**Collected data**
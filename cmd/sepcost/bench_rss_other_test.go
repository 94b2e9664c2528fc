//go:build !unix

package main

import "errors"

// peakRSS is not measured on this platform.
func peakRSS([]string) (float64, error) {
	return 0, errors.New("peak resident set: measured on unix only")
}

**REQUIRED WORK**
Retype each line above with no alterations.

**OUTPUT OF THE EXERCISE**
filename cmd/sepcost/bench_rss_other_test.go
repository 94b2e9664c2528fc
//go:build !unix

package main

import "errors"

// peakRSS is not measured on this platform.
func peakRSS([]string) (float64, error) {
	return 0, errors.New("peak resident set: measured on unix only")
}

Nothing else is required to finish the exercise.